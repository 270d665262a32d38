"""Browsing with ``partpick parts``: the --where grammar, bound parameters, output formats."""

from __future__ import annotations

import csv
import io
import json

import pytest
from rich.console import Console

from partpick.catalog.importer import import_catalog
from partpick.catalog.query import list_parts, parse_condition
from partpick.cli import app
from partpick.errors import QueryError
from partpick.fields import PROVENANCE_COLUMNS, fields_of
from partpick.render.catalog import render_parts_table
from tests.conftest import CATALOG_DATA

SMALL = CATALOG_DATA / "inductors_small.csv"
CAPS = CATALOG_DATA / "capacitors_small.csv"


@pytest.fixture
def filled(catalog_db):
    """Function scope: a catalog holding the small inductor and capacitor files."""
    import_catalog(catalog_db, [SMALL], "inductor")
    import_catalog(catalog_db, [CAPS], "capacitor")
    return catalog_db


@pytest.mark.parametrize(
    ("kind", "conditions", "expected"),
    [
        # Isat of the small file: 9.5, 6.8, 4.6, 3.1, 4.4, 1.9 A
        ("inductor", ["isat_a>=4.6"], {"QM-1R0-0630", "QM-2R2-0630", "QM-4R7-0630"}),
        ("inductor", ["isat_a>=4.6A"], {"QM-1R0-0630", "QM-2R2-0630", "QM-4R7-0630"}),
        ("inductor", ["isat_a > 4600 mA"], {"QM-1R0-0630", "QM-2R2-0630"}),
        ("inductor", ["inductance_h<=10uH", "isat_a<4"], {"QM-100-0630"}),
        ("inductor", ["inductance_h=4u7"], {"QM-4R7-0630"}),  # IEC 60062 letter code
        ("inductor", ["dcr_ohm<20mOhm"], {"QM-1R0-0630", "QM-2R2-0630"}),
        ("inductor", ["shielded=no"], {"BT-470-0805U"}),
        ("inductor", ["lifecycle!=active"], {"QM-100-0630", "BT-470-0805U"}),
        ("inductor", ["lifecycle=EOL"], {"BT-470-0805U"}),  # alias of obsolete
        ("inductor", ["srf_hz=-"], {"BT-470-0805U"}),  # missing value
        ("inductor", ["stock!=N/A", "stock<1000"], {"QM-220-1040"}),
        ("inductor", ["manufacturer=Brindle Toroids"], {"BT-470-0805U"}),
        ("inductor", ["mpn=QM-4R7-0630"], {"QM-4R7-0630"}),
        ("capacitor", ["dielectric=x7r"], {"OR-106-X7R-50"}),
        ("capacitor", ["dielectric=NP0"], {"OR-104-C0G-100"}),
        ("capacitor", ["voltage_v>=35V", "esr_ohm<=0.1"], {"OR-106-X7R-50", "OR-104-C0G-100"}),
        ("capacitor", ["capacitance_f>=100uF"], {"VL-221-AE-35", "VL-330-TA-16"}),
    ],
)
def test_where_selects_the_right_parts(filled, kind, conditions, expected):
    assert {p["mpn"] for p in list_parts(filled, kind, conditions)} == expected


@pytest.mark.parametrize(
    ("text", "reason_part"),
    [
        ("isat_a", "expected FIELD OP VALUE"),
        ("isat_a>=", "no value"),
        (">=3", "expected FIELD OP VALUE"),
        ("isat>=3", "not a field of an inductor"),
        ("capacitance_f>=1uF", "not a field"),  # a capacitor field asked of inductors
        ("isat_a>=3V", "voltage"),
        ("isat_a>=lots", "not a number"),
        ("dielectric=x7r", "not a field"),
        ("shielded>=yes", "only = and !="),
        ("lifecycle=undead", "not one of"),
        ("shielded=perhaps", "yes or no"),
        ("srf_hz<-", "missing value"),
        ("isat_a=>3", "not a number"),
    ],
)
def test_bad_conditions_raise_query_error(text, reason_part):
    with pytest.raises(QueryError) as caught:
        parse_condition(text, "inductor")
    assert reason_part in caught.value.reason and caught.value.text == text


@pytest.mark.parametrize(
    "attempt",
    [
        "mpn=x' OR '1'='1",
        "mpn=QM-1R0-0630'; DROP TABLE parts_inductor; --",
        'manufacturer=" OR 1=1 --',
    ],
)
def test_injection_in_a_text_value_is_only_a_value(filled, attempt):
    assert list_parts(filled, "inductor", [attempt]) == []
    assert len(list_parts(filled, "inductor")) == 6  # the table is intact


@pytest.mark.parametrize(
    "attempt",
    [
        "isat_a>=1 OR 1=1",
        "isat_a>=1; DROP TABLE parts_inductor",
        "isat_a OR 1=1>=1",
        "1=1",
        "__import__('os')=1",
    ],
)
def test_injection_in_a_field_or_number_is_refused(filled, attempt):
    with pytest.raises(QueryError):
        list_parts(filled, "inductor", [attempt])
    assert len(list_parts(filled, "inductor")) == 6


def test_json_is_keyed_by_canonical_fields_with_si_floats_and_null(runner, filled):
    result = runner.invoke(app, ["parts", "--kind", "inductor", "--format", "json", "--db", filled])
    assert result.exit_code == 0, result.output
    parts = json.loads(result.output)
    assert len(parts) == 6
    keys = [f.name for f in fields_of("inductor")] + list(PROVENANCE_COLUMNS)
    assert all(list(p) == keys for p in parts)
    assert {p["source_file"] for p in parts} == {"inductors_small.csv"}
    part = {p["mpn"]: p for p in parts}["QM-4R7-0630"]
    assert part["inductance_h"] == pytest.approx(4.7e-6)  # 4.7 uH in henries
    assert part["dcr_ohm"] == pytest.approx(0.032)
    assert {p["mpn"]: p for p in parts}["BT-470-0805U"]["srf_hz"] is None


def test_csv_output_reimports_to_the_same_parts(runner, filled, tmp_path):
    result = runner.invoke(app, ["parts", "--kind", "inductor", "--format", "csv", "--db", filled])
    assert result.exit_code == 0, result.output
    exported = tmp_path / "exported.csv"
    exported.write_text(result.output, encoding="utf-8")
    other = str(tmp_path / "other.db")
    (report,) = import_catalog(other, [exported], "inductor")
    assert report.rejected == 0 and report.unrecognised == ()
    assert list_parts(other, "inductor") == list_parts(filled, "inductor")


def test_csv_output_neutralises_formula_text(runner, catalog_db, write_csv):
    import_catalog(catalog_db, [write_csv("MPN,Inductance\n=cmd|x,1 uH\n")], "inductor")
    args = ["parts", "--kind", "inductor", "--format", "csv", "--db", catalog_db]
    result = runner.invoke(app, args)
    (row,) = list(csv.DictReader(io.StringIO(result.output)))
    assert row["mpn"] == "'=cmd|x"


def test_table_shows_engineering_units(filled):
    out = io.StringIO()
    render_parts_table(Console(file=out, width=100, color_system=None), "inductor",
                       list_parts(filled, "inductor", ["mpn=QM-4R7-0630"]))  # fmt: skip
    text = out.getvalue()
    assert "QM-4R7-0630" in text and "Quillmark Magnetics" in text
    for cell in ("4.7 µH", "4.6 A", "32 mΩ", "38 MHz", "yes", "0.32", "3900"):
        assert cell in text


@pytest.mark.parametrize(
    ("args", "code", "message"),
    [
        (["--kind", "inductor", "--where", "isat_a>=3V"], 2, "voltage"),
        (["--kind", "resistor"], 2, "no part kind"),
        (["--kind", "inductor", "--format", "yaml"], 2, "yaml"),
    ],
)
def test_parts_errors_exit_2_without_traceback(runner, filled, args, code, message):
    result = runner.invoke(app, ["parts", *args, "--db", filled])
    assert result.exit_code == code, result.output
    assert message in result.output and "Traceback" not in result.output


def test_parts_table_on_an_empty_catalog(runner, catalog_db):
    from partpick.catalog.store import open_engine

    open_engine(catalog_db)  # a catalog with its tables and no parts
    result = runner.invoke(app, ["parts", "--kind", "diode", "--db", catalog_db])
    assert result.exit_code == 0, result.output
    assert "0 diode part(s)" in result.output


def test_parts_csv_and_json_show_values_as_written(runner, catalog_db, write_csv):
    # IEEE 754-2019 §5.12.2: "1e-05" is the float nearest 10 µH; 4.7 µH and 33 mΩ likewise.
    # A float product would print 9.999999999999999e-06; the export must print what was written.
    text = "MPN,Inductance,DCR\nPP-X1,10 uH,33 mOhm\nPP-X2,4.7 uH,0.33 Ohm\n"
    import_catalog(catalog_db, [write_csv(text)], "inductor")
    args = ["parts", "--kind", "inductor", "--db", catalog_db, "--format"]
    rows = {
        r["mpn"]: r for r in csv.DictReader(io.StringIO(runner.invoke(app, [*args, "csv"]).output))
    }
    assert (rows["PP-X1"]["inductance_h"], rows["PP-X1"]["dcr_ohm"]) == ("1e-05", "0.033")
    assert rows["PP-X2"]["inductance_h"] == "4.7e-06"
    raw = runner.invoke(app, [*args, "json"]).output
    assert '"inductance_h": 1e-05' in raw and "9999999" not in raw
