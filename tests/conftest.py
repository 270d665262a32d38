"""Shared fixtures: catalog databases (in memory and on disk), CSV writers and a CLI runner.

Every test runs with ``PARTPICK_DB`` pointing into its own temporary folder, so no test can
touch a user's ``./partpick.db``.
"""

from __future__ import annotations

import uuid
from collections.abc import Callable, Iterator
from pathlib import Path

import pytest
from typer.testing import CliRunner

from partpick.catalog.store import dispose_engines

CATALOG_DATA = Path(__file__).parent / "data" / "catalog"
BUNDLED_CATALOGS = Path(__file__).parents[1] / "catalogs"


@pytest.fixture(autouse=True)
def _isolated_catalog(tmp_path: Path, monkeypatch: pytest.MonkeyPatch) -> Iterator[None]:
    """Function scope: point the default catalog at a temporary file; close engines after."""
    monkeypatch.setenv("PARTPICK_DB", str(tmp_path / "default-partpick.db"))
    yield
    dispose_engines()


@pytest.fixture
def db_file(tmp_path: Path) -> str:
    """Function scope: the path of a fresh SQLite catalog file (created on first use)."""
    return str(tmp_path / "catalog.db")


@pytest.fixture
def memory_db() -> str:
    """Function scope: the URL of a fresh shared-cache in-memory SQLite catalog."""
    return f"sqlite:///file:partpick-{uuid.uuid4().hex}?mode=memory&cache=shared&uri=true"


@pytest.fixture
def write_csv(tmp_path: Path) -> Callable[..., Path]:
    """Function scope: write text to a CSV file in a given encoding and return its path."""

    def write(text: str, name: str = "parts.csv", encoding: str = "utf-8") -> Path:
        path = tmp_path / name
        path.write_bytes(text.encode(encoding))
        return path

    return write


@pytest.fixture
def runner() -> CliRunner:
    """Function scope: a CLI runner for ``partpick.cli.app``."""
    return CliRunner()


def dump_catalog(db: str) -> dict[str, list[tuple]]:
    """Return every row of every catalog table, sorted, for before/after comparisons."""
    import sqlalchemy as sa

    from partpick.catalog.schema import metadata
    from partpick.catalog.store import open_engine

    with open_engine(db).connect() as conn:
        return {
            table.name: sorted(tuple(map(repr, row)) for row in conn.execute(sa.select(table)))
            for table in metadata.sorted_tables
        }


@pytest.fixture
def catalog_dump() -> Callable[[str], dict[str, list[tuple]]]:
    """Function scope: the :func:`dump_catalog` helper."""
    return dump_catalog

== Brief ==
Each line in the records above with "cache" must be returned.

== Answer to this exercise ==
    """Function scope: the URL of a fresh shared-cache in-memory SQLite catalog."""
    return f"sqlite:///file:partpick-{uuid.uuid4().hex}?mode=memory&cache=shared&uri=true"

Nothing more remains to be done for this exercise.